A guide for AlphaFold confidence

Since we launched the DeepMind AlphaFold tool in Foldit last summer, players have been able to submit their protein designs for AlphaFold prediction. The confidence of an AlphaFold prediction seems to be a good indicator of design success.


Figure 1. Successful designs (blue) tend to yield AlphaFold predictions with higher confidence than design failures (orange). We would like a way to convert low-confidence solutions into high-confidence solutions.

This is nice because a high AlphaFold confidence gives us some human confidence that our designs will fold in the lab. For especially motivated Foldit players, it suggests when a work-in-progress has become “good enough” and it’s time to start over with another design.

However, a low confidence can be frustrating to work with, because the prediction doesn’t suggest how you can improve your design. You are on your own to try and guess what it is that AlphaFold doesn’t like in your design.

The Neural Net Objective is meant to guide Foldit players towards designs with higher AlphaFold confidence. This new Objective analyzes the underlying data in an AlphaFold prediction, and looks for local regions of your solution that contrast with this data.

Local design quality

Before digging in, let’s re-familiarize ourselves with the concept of local interactions in a protein.

Local interactions occur between residues that are close in sequence – for example, H-bonding between residues in the same loop. By contrast, non-local interactions involve residues that are far from each other in the protein sequence (although they might end up close to one another after the protein folds).


Figure 2. An example protein design 2003796_1015</i> by Galaxie, illustrating local and non-local interactions. The green dashed line shows a local H-bond, between two residues that are close to one another in the protein sequence. The blue dashed line shows a non-local H-bond, between two residues from distant parts of the protein chain.</i>

Seasoned Foldit players might remember back in 2017 when we liked to make a big deal about fragment quality. During our design analysis, Foldit scientists would focus on local interactions in a protein design by breaking it down into small fragments (about 9 residues), which could be easily compared with fragments of natural proteins.

We found that the Foldit Rebuild tool was introducing unrealistic fragments into Foldit players’ designs, with shapes that didn’t match normal protein fragments. These unrealistic fragments were preventing the whole protein from folding.

It was convenient that we could isolate the problem to a local issue, because it suggested the problem might be corrected locally as well, without disrupting the rest of the protein design. In some cases, it seemed you could just swap out a single bad loop with a better one, and “rescue” the whole design.

Ultimately, the fragment quality analysis led us to revamp the old Rebuild tool into the newer Remix, and focus on “idealized” loops with well-known ABEGO patterns. Now, without the wacky fragments, Foldit players have able to design creative new proteins with a high success rate, as described in the landmark 2019 Foldit design paper.

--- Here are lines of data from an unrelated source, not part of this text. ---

def _harmonic_curve(hb, log: StageLog, res: StepResult) -> dict:
    lo = hb.design.loading
    U, W, TH = hb.ref_dof(1, 0), hb.ref_dof(0, 1), hb.ref_dof(1, 2)
    u0 = log.start.u
    mon = np.array([r.monitor for r in res.records]).reshape(-1, 3)
    rot = mon[:, 2] - float(u0[TH])
    force = res.force[:, 0] if res.records else np.zeros(0)
    m = force if lo.control == "rotation" else force * hb.lever_height
    hz = np.full_like(rot, lo.horizontal) if lo.control == "rotation" else force
    return {"rotation": rot, "moment": m, "moment_per_m": m,
            "vertical": np.full_like(rot, lo.vertical), "horizontal": hz,
            "settlement": -(mon[:, 1] - u0[W]), "horizontal_displacement": mon[:, 0] - u0[U],
            "iterations": res.iterations}


def _harmonic_pushover(design: Design, progress=None, settings: StepSettings | None = None,
                       pile_resistance: float = 1.0):
    """Build the coupled harmonic model of a design and run its stages."""
    from .harmonic_pushover import build_coupled, harmonic_stages

    hb = build_coupled(design, pile_resistance=pile_resistance)
    return hb, run_stages(hb, harmonic_stages(hb, settings), progress)


def _stage_rows(log: StageLog) -> list[dict]:
    return [{"name": o.name, "seconds": o.seconds,
             "increments": 0 if o.result is None else len(o.result.records),
             "iterations": 0 if o.result is None else int(o.result.iterations.sum()),
             "factorizations": o.factorizations, "solver_s": o.solver_s,
             "status": "ok" if o.ok else "diverged"} for o in log.outcomes]
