@dataclass
class SolidMesh:
    """A second-order tetrahedral mesh with named cell, face and node sets.

    Attributes
    ----------
    points : ndarray, shape (n, 3)
        Node coordinates (m); every node belongs to a tetrahedron.
    tets : ndarray, shape (m, 10)
        Zero-based connectivity in gmsh order (see the module docstring).
    cell_sets : dict of str to ndarray
        Indices into ``tets`` per named volume group.
    face_sets : dict of str to ndarray, shape (k, 6)
        Boundary (or interface) triangles per named surface group, node indices.
    node_sets : dict of str to ndarray
        Sorted unique node indices of each face set (vertices and edge nodes).
    info : dict
        Geometry parameters the builder used (m, rad) and derived data, e.g. pile centres.
    """

    points: NDArray
    tets: NDArray
    cell_sets: dict[str, NDArray]
    face_sets: dict[str, NDArray]
    node_sets: dict[str, NDArray] = field(default_factory=dict)
    info: dict = field(default_factory=dict)

    @property
    def n_nodes(self) -> int:
        """Number of nodes."""
        return int(self.points.shape[0])

    def tets_vtk(self) -> NDArray:
        """Connectivity in VTK/meshio (and scikit-fem edge) order, shape (m, 10)."""
        return self.tets[:, GMSH_TO_VTK_TET10]


def ring_angles(n_piles: int, offset: float = 0.0) -> NDArray:
    """Angles theta_k = offset + 2 pi k / N (rad) of N piles on a ring, k = 0..N-1.

    Raises
    ------
    ValueError
        If the layout is not mirror-symmetric about the plane y = 0 (offset must be a
        multiple of pi / N), since the meshes model the half y >= 0 only.
    """
    if n_piles < 1:
        raise ValueError(f"n_piles must be >= 1, got {n_piles}")
    m = offset * n_piles / np.pi
    if abs(m - round(m)) > 1e-9:
        raise ValueError(f"offset {offset!r} rad gives a layout that is not symmetric about "
                         f"y = 0; use a multiple of pi/N = {np.pi / n_piles:.6g}")
    return offset + 2.0 * np.pi * np.arange(n_piles) / n_piles


def _size_threshold(h: float, h_near: float, d_near: float, d_far: float, *,
                    curves: Sequence[int] = (), surfaces: Sequence[int] = (),
                    sampling: int = 60) -> None:
    """Background size h_near within d_near of the entities, growing linearly to h at d_far."""
    dist = gmsh.model.mesh.field.add("Distance")
    if curves:
        gmsh.model.mesh.field.setNumbers(dist, "CurvesList", list(curves))
    if surfaces:
        gmsh.model.mesh.field.setNumbers(dist, "SurfacesList", list(surfaces))
    gmsh.model.mesh.field.setNumber(dist, "Sampling", sampling)
    thr = gmsh.model.mesh.field.add("Threshold")
    gmsh.model.mesh.field.setNumber(thr, "InField", dist)
    gmsh.model.mesh.field.setNumber(thr, "SizeMin", h_near)
    gmsh.model.mesh.field.setNumber(thr, "SizeMax", h)
    gmsh.model.mesh.field.setNumber(thr, "DistMin", d_near)
    gmsh.model.mesh.field.setNumber(thr, "DistMax", d_far)
    gmsh.model.mesh.field.setAsBackgroundMesh(thr)
    gmsh.option.setNumber("Mesh.MeshSizeMax", h)
    gmsh.option.setNumber("Mesh.MeshSizeMin", min(h_near, h) * 0.5)
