def _meta(ranking, table, info, oxide, mediator, model, options, short, notices=()) -> dict:
    from screen import __version__
    from screen.provenance import code_revision

    flags = pd.Series([f for s in ranking["flags"] for f in str(s).split(";") if f]).value_counts()
    status = table["status"].astype(str)
    threshold, threshold_source = model.reg_threshold_source(mediator, oxide)
    return {
        "dascreen": __version__, "code_revision": code_revision(), "stage": "dyecell",
        "scale": "electrochemical (potentials in V vs NHE)",
        "oxide": oxide.as_dict(), "mediator": mediator.as_dict(), "model": model.as_dict(),
        "regeneration_threshold_ev": threshold, "regeneration_threshold_source": threshold_source,
        "rank": asdict(options),
        "sign_convention": sign_convention(oxide.type),
        "e_ox_sources": value_sources(table[status.str.strip().str.lower().eq("ok")]),
        "e_ox_conversions": conversion_summary(ranking),
        "notices": list(notices),
        "dyes": {k: v for k, v in info.items() if k != "levels_meta"}, "levels_meta": info.get("levels_meta"),
        "calibration": info.get("calibration"),
        "flag_text": {code: describe(code, {"model": model.as_dict(),
                                            "regeneration_threshold_ev": threshold,
                                            "calibration": info.get("calibration") or {},
                                            "oxide": oxide.as_dict()})
                      for code in flags.index},
        "counts": {"rows": int(len(table)), "ok": int(status.eq("ok").sum()),
                   "rejected": int(status.eq("rejected").sum()), "failed": int(status.eq("failed").sum()),
                   "ranked": int(len(ranking)), "viable": int(ranking["viable"].astype(bool).sum()),
                   "passing": int(ranking["passes"].astype(bool).sum()),
                   "not_ranked": ranking.attrs.get("not_ranked", {}),
                   "flags": {str(k): int(v) for k, v in flags.items()}, "shortlist": short["written"],
                   "shortlist_skipped_no_smiles": short["skipped"]},
        "columns": RANKING_COLUMNS + EXTRA_COLUMNS,
        "outputs": {"ranking": "ranking.csv", "shortlist": "shortlist.sdf", "meta": "ranking.meta.json",
                    "report": "report.html", "safe": "ranking.safe.csv"},
    }


class DyeReportError(DascreenError, RuntimeError):
    """The dye-cell ranking is written (``ranking.meta.json`` records ``report: failed: ...``) but its report is not.

    A :class:`RuntimeError`, as :func:`screen.rank_io.run_rank`'s for a failed report, and a
    :class:`screen.errors.DascreenError` (exit 1), so that ``dascreen dyecell`` says it in one line.
    """
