def write_fitted(path=FITTED_PATH, devices=DEVICES_PATH, film=FILM_PATH, levels_path=LEVELS_TABLE_PATH) -> dict:
    """Resolve levels, cross-validate both ways, fit on every device, write the JSON and the level table.

    Returns
    -------
    dict
        What was written to ``path``.
    """
    from screen.io import write_csv, write_json
    from screen.provenance import sha256_file

    table = level_table(devices, film)
    d = resolve_levels(devices, film)
    cvs = {by: cross_validate(d, None, by) for by in GROUPINGS}
    split, split_scores = choose_split(d, "group")
    ff_split, ff_scores = choose_ff_split(d, "group")
    absorbs, absorb_scores = choose_fullerene_absorber(d, "group")
    eqe_split, eqe_scores = choose_eqe_split(d, "group", fullerene_absorbs=absorbs)
    params = fit(d, split, ff_split, absorbs, eqe_split)
    beats = all(cv.metrics["fitted"]["voc_mae_v"] < cv.metrics["scharber"]["voc_mae_v"] for cv in cvs.values())
    cols = ["device_id", "donor", "acceptor", "acceptor_class", *_LEVELS, "donor_level_source",
            "acceptor_level_source", "levels_converted", "voc_v", "jsc_ma_cm2", "ff", "pce_pct", "drop_reason",
            *[f"paper_{c}" for c in _LEVELS]]
    Path(levels_path).parent.mkdir(parents=True, exist_ok=True)
    write_csv(table[cols], levels_path, lineterminator="\n", float_format="%.4g")  # a CR in a text cell quoted
    data = {
        "model": "fitted energy-loss model (Voc = E_CT - loss; EQE with a smooth offset yield)",
        "parameters": params.as_dict() | {"source": None},
        "loss_variant": split,
        "loss_variant_cv_mae_v": split_scores,
        "ff_split": ff_split,
        "ff_split_cv_mae": ff_scores,
        "fullerene_absorber": FULLERENE_ABSORBER_CHOICES[absorbs],
        "fullerene_absorber_cv_jsc_mae_ma_cm2": absorb_scores,
        "eqe_split": eqe_split,
        "eqe_split_cv_jsc_mae_ma_cm2": eqe_scores,
        "fullerene_absorber_devices_with_jsc": {"all": int(d["jsc_ma_cm2"].notna().sum()),
                                                "fullerene": int((d["jsc_ma_cm2"].notna()
                                                                  & d["acceptor_class"].eq(FULLERENE)).sum())},
        "per_class_loss": not split.startswith("pooled"),
        "cv": cvs["acceptor"].metrics,
        "cv_leave_donor_out": cvs["donor"].metrics,
        "beats_scharber": bool(beats),
        "level_scale": (f"film/CV scale of {Path(film).name} (ferrocene {FC_SCALE_EV} eV); see screen.devicefit "
                        "for the rules"),
        "level_shifts_without_ferrocene": table.attrs["shifts"],
        "level_sources": {"film": int((d["donor_level_source"].str.startswith("film")).sum()
                                      + (d["acceptor_level_source"].str.startswith("film")).sum()),
                          "converted_or_completed": int((~d["donor_level_source"].str.match(r"film[^+]*$")).sum()
                                                        + (~d["acceptor_level_source"].str.match(r"film[^+]*$")).sum()),
                          "rows_all_levels_from_film_set": int((~d["levels_converted"]).sum())},
        "rows_used": _rows_used(d),
        "rows_dropped": d.attrs["dropped"],
        "levels_table": str(Path(levels_path).relative_to(_REPO)) if Path(levels_path).is_relative_to(_REPO)
        else str(levels_path),
        "devices": str(Path(devices).name),
        "devices_sha256": sha256_file(devices),
        "levels_film": str(Path(film).name),
        "levels_film_sha256": sha256_file(film),
        "devices_rows_used": int(len(d)),
        "devices_rows_with_voc": int(d["voc_v"].notna().sum()),
        "references": ["Veldman et al., Adv. Funct. Mater. 19 (2009) 1939, doi:10.1002/adfm.200801834",
                       "Scharber et al., Adv. Mater. 18 (2006) 789, doi:10.1002/adma.200501717",
                       "Cardona et al., Adv. Mater. 23 (2011) 2367, doi:10.1002/adma.201004554 (ferrocene scale)"],
    }
    write_json(data, path)
    return data


def _fmt(x, spec) -> str:
    return "n/a" if x is None or not np.isfinite(x) else format(x, spec)


def interval_text(ci) -> str:
    """`` [lo, hi]`` of a 95 % interval for the text tables ('' without one)."""
    return "" if not ci else f" [{_fmt(ci[0], '.2f')}, {_fmt(ci[1], '.2f')}]"


def table(metrics: dict) -> str:
    """The held-out table of one grouping as text; [lo, hi] is the 95 % acceptor-group bootstrap interval."""
    rows = [("model", "n", "Voc MAE [V]", "signed [V]", "Spearman Voc", "Spearman PCE", "Jsc MAE (signed) [mA/cm2]",
             "not viable")]
    for name, label in (("fitted", "fitted"), ("scharber", "scharber"),
                        ("scharber_paper_levels", "scharber (papers' levels)")):
        m = metrics[name]
        rows.append((label, str(m["n"]), _fmt(m["voc_mae_v"], ".3f"), _fmt(m["voc_bias_v"], "+.3f"),
                     _fmt(m["spearman_voc"], ".2f") + interval_text(m.get("spearman_voc_ci95")),
                     f"{_fmt(m['spearman_pce'], '.2f')}{interval_text(m.get('spearman_pce_ci95'))} (n={m['n_pce']})",
                     f"{_fmt(m.get('jsc_mae_ma_cm2'), '.2f')} ({_fmt(m.get('jsc_bias_ma_cm2'), '+.2f')})",
                     str(m["not_viable"])))
    for name, label in (("mean_voc_baseline", "training mean Voc"),
                        ("class_mean_voc_baseline", "training class-mean Voc")):
        m = metrics[name]
        rows.append((label, str(metrics["fitted"]["n"]), _fmt(m["voc_mae_v"], ".3f"), _fmt(m["voc_bias_v"], "+.3f"),
                     "-", "-", "-", "-"))
    widths = [max(len(r[i]) for r in rows) for i in range(len(rows[0]))]
    text = "\n".join("  ".join(c.ljust(w) for c, w in zip(r, widths)) for r in rows)
    cls_rows = [("acceptor class", "n", "fitted MAE", "signed", "rho Voc", "rho PCE", "Jsc signed", "scharber MAE",
                 "mean-Voc MAE", "class-mean MAE")]
    for cls, m in metrics["by_class"].items():
        cls_rows.append((cls, str(m["n"]), _fmt(m["fitted_voc_mae_v"], ".3f"), _fmt(m["fitted_voc_bias_v"], "+.3f"),
                         _fmt(m["fitted_spearman_voc"], ".2f"), f"{_fmt(m['fitted_spearman_pce'], '.2f')}",
                         _fmt(m.get("fitted_jsc_bias_ma_cm2"), "+.2f"), _fmt(m["scharber_voc_mae_v"], ".3f"), _fmt(m["mean_voc_baseline_mae_v"], ".3f"),
                         _fmt(m["class_mean_voc_baseline_mae_v"], ".3f")))
    widths = [max(len(r[i]) for r in cls_rows) for i in range(len(cls_rows[0]))]
    return text + "\n" + "\n".join("  ".join(c.ljust(w) for c, w in zip(r, widths)) for r in cls_rows)


_table = table


def main(argv=None) -> int:
    """Print both cross-validation tables; ``--write`` also writes the fitted model and the level table."""
    parser = argparse.ArgumentParser(prog="python -m screen.devicefit", description=__doc__.split("\n")[0])
    parser.add_argument("--devices", default=str(DEVICES_PATH))
    parser.add_argument("--film", default=str(FILM_PATH))
    parser.add_argument("--write", action="store_true", help=f"write {FITTED_PATH} and {LEVELS_TABLE_PATH}")
    args = parser.parse_args(argv)
    from screen.config import install_problem

    problem = install_problem()  # a non-editable install: no models/ folder, and a FileNotFoundError traceback
    if problem and (args.write or args.devices == str(DEVICES_PATH) or args.film == str(FILM_PATH)):
        print(f"python -m screen.devicefit: {problem}", file=sys.stderr)
        return 2
    if args.write:
        data = write_fitted(FITTED_PATH, args.devices, args.film)
        all_metrics = [data["cv"], data["cv_leave_donor_out"]]
        print(f"wrote {FITTED_PATH}: {json.dumps(data['parameters'])}")
    else:
        d = read_devices(args.devices, args.film)
        all_metrics = [cross_validate(d, None, by).metrics for by in GROUPINGS]
    for metrics in all_metrics:
        print(f"held-out ({metrics['grouping']}, {metrics['n_groups']} groups; loss, FF split and fullerene "
              "absorber per fold "
              f"{metrics['variants_per_fold']}):")
        print(table(metrics))
    return 0


if __name__ == "__main__":
    sys.exit(main())
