def main(argv: list[str] | None = None) -> int:
    """Run one stage job; see ``python -m screen.stages --help``."""
    parser = argparse.ArgumentParser(prog="python -m screen.stages", description=__doc__)
    parser.add_argument("--config", required=True,
                        help="the configuration sections this job depends on, as JSON text (defaults fill the rest)")
    sub = parser.add_subparsers(dest="stage", required=True)
    p = sub.add_parser("prepare")
    p.add_argument("--input", required=True)
    p.add_argument("--outdir", required=True)
    p.add_argument("--max-shards", type=int, default=0)
    p = sub.add_parser("structures")
    p.add_argument("--shard", required=True)
    p.add_argument("--sdf", required=True)
    p.add_argument("--table", required=True)
    p = sub.add_parser("electronic")
    p.add_argument("--sdf", required=True)
    p.add_argument("--table", required=True)
    p.add_argument("--out", required=True)
    p = sub.add_parser("compute", help="structures and electronic stages of one shard in one job")
    p.add_argument("--shard", required=True)
    p.add_argument("--sdf", required=True, help="structures SD file")
    p.add_argument("--table", required=True, help="structures status table")
    p.add_argument("--out", required=True, help="electronic table")
    p = sub.add_parser("levels")
    p.add_argument("--manifest", required=True)
    p.add_argument("--electronic", nargs="*", default=[])
    p.add_argument("--models", default="")
    p.add_argument("--out", required=True)
    p.add_argument("--meta", default="")
    p.add_argument("--input", default="", help="what the batch was made from (default: the candidates file)")
    p.add_argument("--pinned", default="",
                   help="JSON record of the calibration the dascreen command started the run with (it must still be "
                        "the one in --models)")
    p = sub.add_parser("reference-input")
    p.add_argument("--reference", required=True)
    p.add_argument("--out", required=True)
    p = sub.add_parser("calibrate")
    p.add_argument("--reference", required=True)
    p.add_argument("--manifest", required=True)
    p.add_argument("--electronic", nargs="*", default=[])
    p.add_argument("--models-root", required=True)
    p = sub.add_parser("rank")
    p.add_argument("--levels", required=True)
    p.add_argument("--partner", required=True)
    p.add_argument("--out", required=True, help="output folder; the ranking goes to OUT/rankings/<slug>/")
    p.add_argument("--partner-levels", default="", help="levels file of a smiles: partner's batch")
    p = sub.add_parser("strict", help="exit code 3 when a row of the levels file was rejected or failed")
    p.add_argument("--levels", required=True)
    p.add_argument("--out", required=True, help="one line with the counts, written when every row is ok")
    p = sub.add_parser("partner-input")
    p.add_argument("--partner", required=True, help="smiles:<SMILES>")
    p.add_argument("--out", required=True, help="one-row candidate CSV of the partner's batch")
    args = parser.parse_args(argv)

    try:
        cfg = _job_config(args.config)
    except DascreenError as exc:
        print(f"dascreen: error: {exc}", file=sys.stderr)
        return exit_code(exc)
    # the thread count the rule set (OMP_NUM_THREADS={threads} of the compute rule: electronic.threads, or a
    # profile's set-threads) is kept; electronic.threads only when nothing set it (a job started by hand)
    os.environ.setdefault("OMP_NUM_THREADS", str(cfg.electronic.threads))
    handler = {"prepare": _prepare, "structures": _structures, "electronic": _electronic, "compute": _compute,
               "levels": _levels, "reference-input": _reference_input, "calibrate": _calibrate, "rank": _rank,
               "partner-input": _partner_input, "strict": _strict}
    try:
        return handler[args.stage](args, cfg) or 0
    except CalibrationChanged as exc:  # one message in the job's log, no traceback (the dascreen command repeats it)
        print(f"dascreen: error: {exc}", file=sys.stderr)
        return 2
    except DascreenError as exc:  # a partner or scale refused, a bad input: one line, no traceback
        print(f"dascreen: error: {exc}", file=sys.stderr)
        return exit_code(exc)
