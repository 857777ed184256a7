"""Assembly of the report page: head with the inline style, the five sections, footer and sorting script.

The style sheet and the script live in ``static/report.css`` and
``static/report.js`` beside this module and are inlined into the page, so the
page opens offline and fetches nothing.
"""

from __future__ import annotations

import math
from datetime import datetime, timezone
from functools import lru_cache
from importlib import resources

import pandas as pd

from screen import __version__
from screen.report.figures import DIAGRAM_MAX, design_map_svg, level_diagram_svg
from screen.report.format import NOT_RECORDED, esc, fmt, fmt_pm, get, isolated, num, text, truthies
from screen.rank_rows import shortlist_mask
from screen.report.header import counts_strip, device_card, device_tests_html, partner_card, protocol_card
from screen.report.tables import (
    capped_note,
    full_table,
    not_ranked_table,
    not_viable_table,
    select_shortlist,
    shortlist_table,
    table_region,
    with_level_details,
)

__all__ = ["render_report", "EXPORTS", "static_text", "described_svg"]

#: Files written next to ``report.html`` by the ranking stage and this package,
#: with the description shown in the footer.
EXPORTS = (
    ("ranking.csv", "the full ranking, best first, one row per ranked candidate"),
    ("shortlist.sdf", "3-D structures of the shortlisted candidates with their estimates as properties"),
    ("ranking.safe.csv", "the ranking for spreadsheet programs: text cells that begin with = + - @, "
                         "tab or carriage return carry a leading apostrophe so they are never run as "
                         "formulas"),
)

_CAUTION = (
    '<p class="caution" id="caution"><strong>Screening estimates.</strong> Every number on this page comes '
    "from a semi-empirical quantum-chemistry method with an empirical calibration and an idealised device "
    "model. The numbers are for ranking and for choosing what to discuss; they are not predicted "
    "measurements. The \u00b1 values (1\u03c3) carry the calibrated levels\u2019 uncertainty through the device "
    "model, not the device model\u2019s own error (the device card gives its held-out figures), so the "
    "true spread is wider. The estimate is the PCE at the central levels; the \u00b1 is the spread of the "
    "samples that stay viable, and P(aligned) how likely the pair stays viable. An estimate above the target "
    "with P(PCE &gt; target) below one half comes from samples that are not viable (counted as 0 %) or from "
    "viable samples lying mostly below the estimate (the model saturates: the smaller gap caps E<sub>CT</sub> "
    "and the charge-generation yield cannot exceed one, so samples lose more than they gain). Chemical stability "
    "(e.g. of long acenes in air and light), solubility, film morphology and synthetic accessibility are not "
    "assessed. Making and handling any "
    "candidate follows your lab\u2019s chemical-safety rules, the safety data sheets of every reagent and "
    "local regulations.</p>"
)


@lru_cache(maxsize=None)
def static_text(name: str) -> str:
    """Text of one file in ``screen/report/static/`` (UTF-8).

    Examples
    --------
    >>> static_text("report.css").startswith(":root{")
    True
    """
    return resources.files("screen.report").joinpath("static", name).read_text(encoding="utf-8")


def described_svg(svg: str, caption_id: str) -> str:
    """A figure's inline SVG described by its caption: ``aria-describedby`` added to its first tag (an accessibility
    audit: what the figures show reached no screen reader); other text unchanged.

    Examples
    --------
    >>> described_svg('<svg id="fig-x" role="img" aria-label="x"><g/></svg>', "figure-x-caption")
    '<svg id="fig-x" role="img" aria-label="x" aria-describedby="figure-x-caption"><g/></svg>'
    >>> described_svg("", "c")
    ''
    """
    end = svg.find(">")
    if not svg.startswith("<svg") or end < 0:
        return svg
    return f'{svg[:end]} aria-describedby="{caption_id}"{svg[end:]}'


def _candidates_word(partner: dict) -> str:
    """"donors" against an acceptor partner, "acceptors" against a donor, else "materials"."""
    role = text(partner.get("role")).strip().lower() if isinstance(partner, dict) else ""
    return {"acceptor": "donors", "donor": "acceptors"}.get(role, "materials")


def _created(meta: dict) -> str:
    """Report date: ``meta["created"]`` when given (tests), else now in UTC."""
    given = text(meta.get("created")) if isinstance(meta, dict) else ""
    if given:
        return given
    return datetime.now(timezone.utc).strftime("%Y-%m-%d %H:%M UTC")


def _summary_sentence(ranking: pd.DataFrame, partner_id: str, n_pass, sort_by: str = "pce_pct") -> str:
    """One sentence naming the best candidate: the highest PCE estimate among the rows the shortlist may take.

    A row that repeats an earlier row's structure (``same_structure``) is never named, and when the
    ranking is sorted by another column the first row by that order is named beside it. The ids in bold are
    isolated from the sentence by the style sheet (``p.summary strong``: a right-to-left override in an id turned
    the rest of the sentence around, a security audit).

    Examples
    --------
    >>> r = pd.DataFrame({"id": ["B", "A", "C"], "pce_pct": [12.5, 13.4, 13.4], "pce_sigma_pct": [2.7, 1.7, 1.7],
    ...                   "p_above_target": [0.83, 0.71, 0.71], "p_aligned": [0.99, 0.79, 0.79],
    ...                   "passes": [True, True, True], "flags": ["", "", "same_structure"]})
    >>> print(_summary_sentence(r, "y6", 3))  # doctest: +NORMALIZE_WHITESPACE
    3 candidate(s) ranked against <strong>y6</strong>; 3 pass every check (1 of them repeats an earlier row's
    structure and stays out of the shortlist). Best estimate: <strong>A</strong> at 13.4 ± 1.7 % PCE (± from the
    levels' σ alone, not the device model's own error; so are P(PCE &gt; target) and P(aligned)), both offsets
    aligned in 79 % of samples; first in the ranking's order:
    <strong>B</strong> (12.5 % PCE, P(PCE &gt; target) 83 %).
    >>> nv = pd.DataFrame({"id": ["X"], "pce_pct": [float("nan")], "p_aligned": [0.03], "passes": [False],
    ...                    "flags": ["delta_lumo_low"]})
    >>> print(_summary_sentence(nv, "y6", 0))  # doctest: +NORMALIZE_WHITESPACE
    1 candidate(s) ranked against <strong>y6</strong>; 0 pass every check. No pair is viable, so there is no PCE
    estimate; the most nearly aligned: <strong>X</strong>, both offsets aligned in 3 % of samples.
    """
    if not len(ranking):
        return f"No candidate was ranked against {isolated(esc(partner_id)) or 'the partner'}."
    may_enter = shortlist_mask(ranking)
    eligible = ranking[may_enter]
    pool = eligible if len(eligible) else ranking
    pce = pd.to_numeric(pool.get("pce_pct", pd.Series(index=pool.index, dtype=float)), errors="coerce")
    best = pool.loc[pce.idxmax()] if pce.notna().any() else pool.iloc[0]
    passing = "" if n_pass is None else f"; {n_pass} pass every check"
    repeats = int((truthies(ranking["passes"]) & ~may_enter).sum()) if "passes" in ranking else 0
    if passing and repeats:
        passing += (f" ({repeats} of them {'repeats' if repeats == 1 else 'repeat'} an earlier row's structure and "
                    f"{'stays' if repeats == 1 else 'stay'} out of the shortlist)")
    head = f"{len(ranking)} candidate(s) ranked against <strong>{esc(partner_id) or 'the partner'}</strong>{passing}."
    if math.isnan(num(best.get("pce_pct"))):  # no viable row: no "best estimate at — % PCE"
        p_al = pd.to_numeric(ranking.get("p_aligned", pd.Series(index=ranking.index, dtype=float)), errors="coerce")
        best = ranking.loc[p_al.idxmax()] if p_al.notna().any() else ranking.iloc[0]
        return (f"{head} No pair is viable, so there is no PCE estimate; the most nearly aligned: "
                f"<strong>{esc(best.get('id'))}</strong>{_aligned_words(best)}.")
    gas = str(best.get("scale", "")).strip().lower() == "gas"
    sentence = (f"{head} Best estimate: <strong>{esc(best.get('id'))}</strong> at "
                f"{fmt_pm(best.get('pce_pct'), best.get('pce_sigma_pct'), 1)} % PCE"
                + (" (± from the levels' σ alone, not the device model's own error; so are P(PCE &gt; target) and "
                   "P(aligned))"
                   if not math.isnan(num(best.get("pce_sigma_pct"))) else "")
                + (" from gas-scale (isolated-molecule) levels, on which neither device model was fitted or defined"
                   if gas else "")
                + _aligned_words(best))
    ties = int((pce.round(1) == round(num(best.get("pce_pct")), 1)).sum()) - 1 if pce.notna().any() else 0
    if ties > 0:  # a device-physics audit: against a narrow-gap partner most donors tie and the order is by id
        order = ("; ties are ordered by P(aligned), then id" if sort_by == "pce_pct" else "")
        sentence += (f", tied with {ties} other{'s' if ties > 1 else ''} at that estimate (the same V<sub>oc</sub>, "
                     "J<sub>sc</sub> and FF: when the partner's optical gap is the pair's smaller one, it caps "
                     "E<sub>CT</sub> and sets J<sub>sc</sub> for the candidates whose interface gap exceeds it and "
                     f"whose offsets clear their thresholds{order})")
    first = pool.iloc[0]
    if first.get("id") != best.get("id") and num(first.get("pce_pct")) != num(best.get("pce_pct")):
        prob = num(first.get("p_above_target"))
        said = "" if math.isnan(prob) else f", P(PCE &gt; target) {prob * 100:.0f} %"
        sentence += (f"; first in the ranking's order: <strong>{esc(first.get('id'))}</strong> "
                     f"({fmt(first.get('pce_pct'), 1)} % PCE{said})")
    return sentence + "." + _close_top_words(pce, num(best.get("pce_sigma_pct")), sort_by)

Of course, in the full picture, there is more to protein folding than local effects! A protein folding landscape includes lots of important “long-range” interactions that can’t be captured in small fragments. But, if we can pinpoint local problems with a design, these are usually the first places to make improvements.

Distograms

Fast-forward to 2020, when protein design researchers were starting to discover the incredible power of deep neural networks like trRosetta. (AlphaFold v2.0 was already announced, but not published until 2021.)

Much neural net research originates from the field of 2D image recognition, and was later adapted to other problems (like protein folding). Instead of modeling the 3D protein structure directly, neural nets will often represent the protein structure as a 2D distogram that predicts the distance between every pair of residues in a protein (very similar to a Contact Map). We covered this idea more in-depth in our discussion of AlphaFold v1.0. Distograms are used heavily by AlphaFold v1.0 and trRosetta; the modern AlphaFold v2.0 adds a 3D representation as well, but still uses distograms internally.

One way of comparing a protein design to a neural net prediction is to measure how well the predicted distogram matches the actual distances in your model. If the distances in your model match the predicted distogram from the neural net, then model is in agreement with the neural net.


Figure 3. Visualizing distogram agreement for the design in Figure 2 above. (Left) A heatmap plotting the cross entropy (CE) between the predicted distances from AlphaFold and the actual distances in Galaxie's model; darker cells indicate strong agreement while lighter cells show disagreement. The right heatmap shows the local distogram, ignoring interactions from residues that are distant in sequence. The green and blue squares highlight the same local and non-local interactions from Figure 2 above.</a>

Using distograms to fix designs

In late 2020, we were joined at the IPD by a talented student and Foldit player Susan Kleinfelter, who discovered that we could use distograms to derive especially useful information about local design quality.

Susan noticed that, if you focused only on local interactions and ignored everything else, you could use a distogram to evaluate the local structure of a protein design – similar to the way we previously evaluated fragment quality. In fact, Susan found that the local distograms from trRosetta were strongly correlated with fragment quality. The local distograms were very good at pointing out regions with local problems.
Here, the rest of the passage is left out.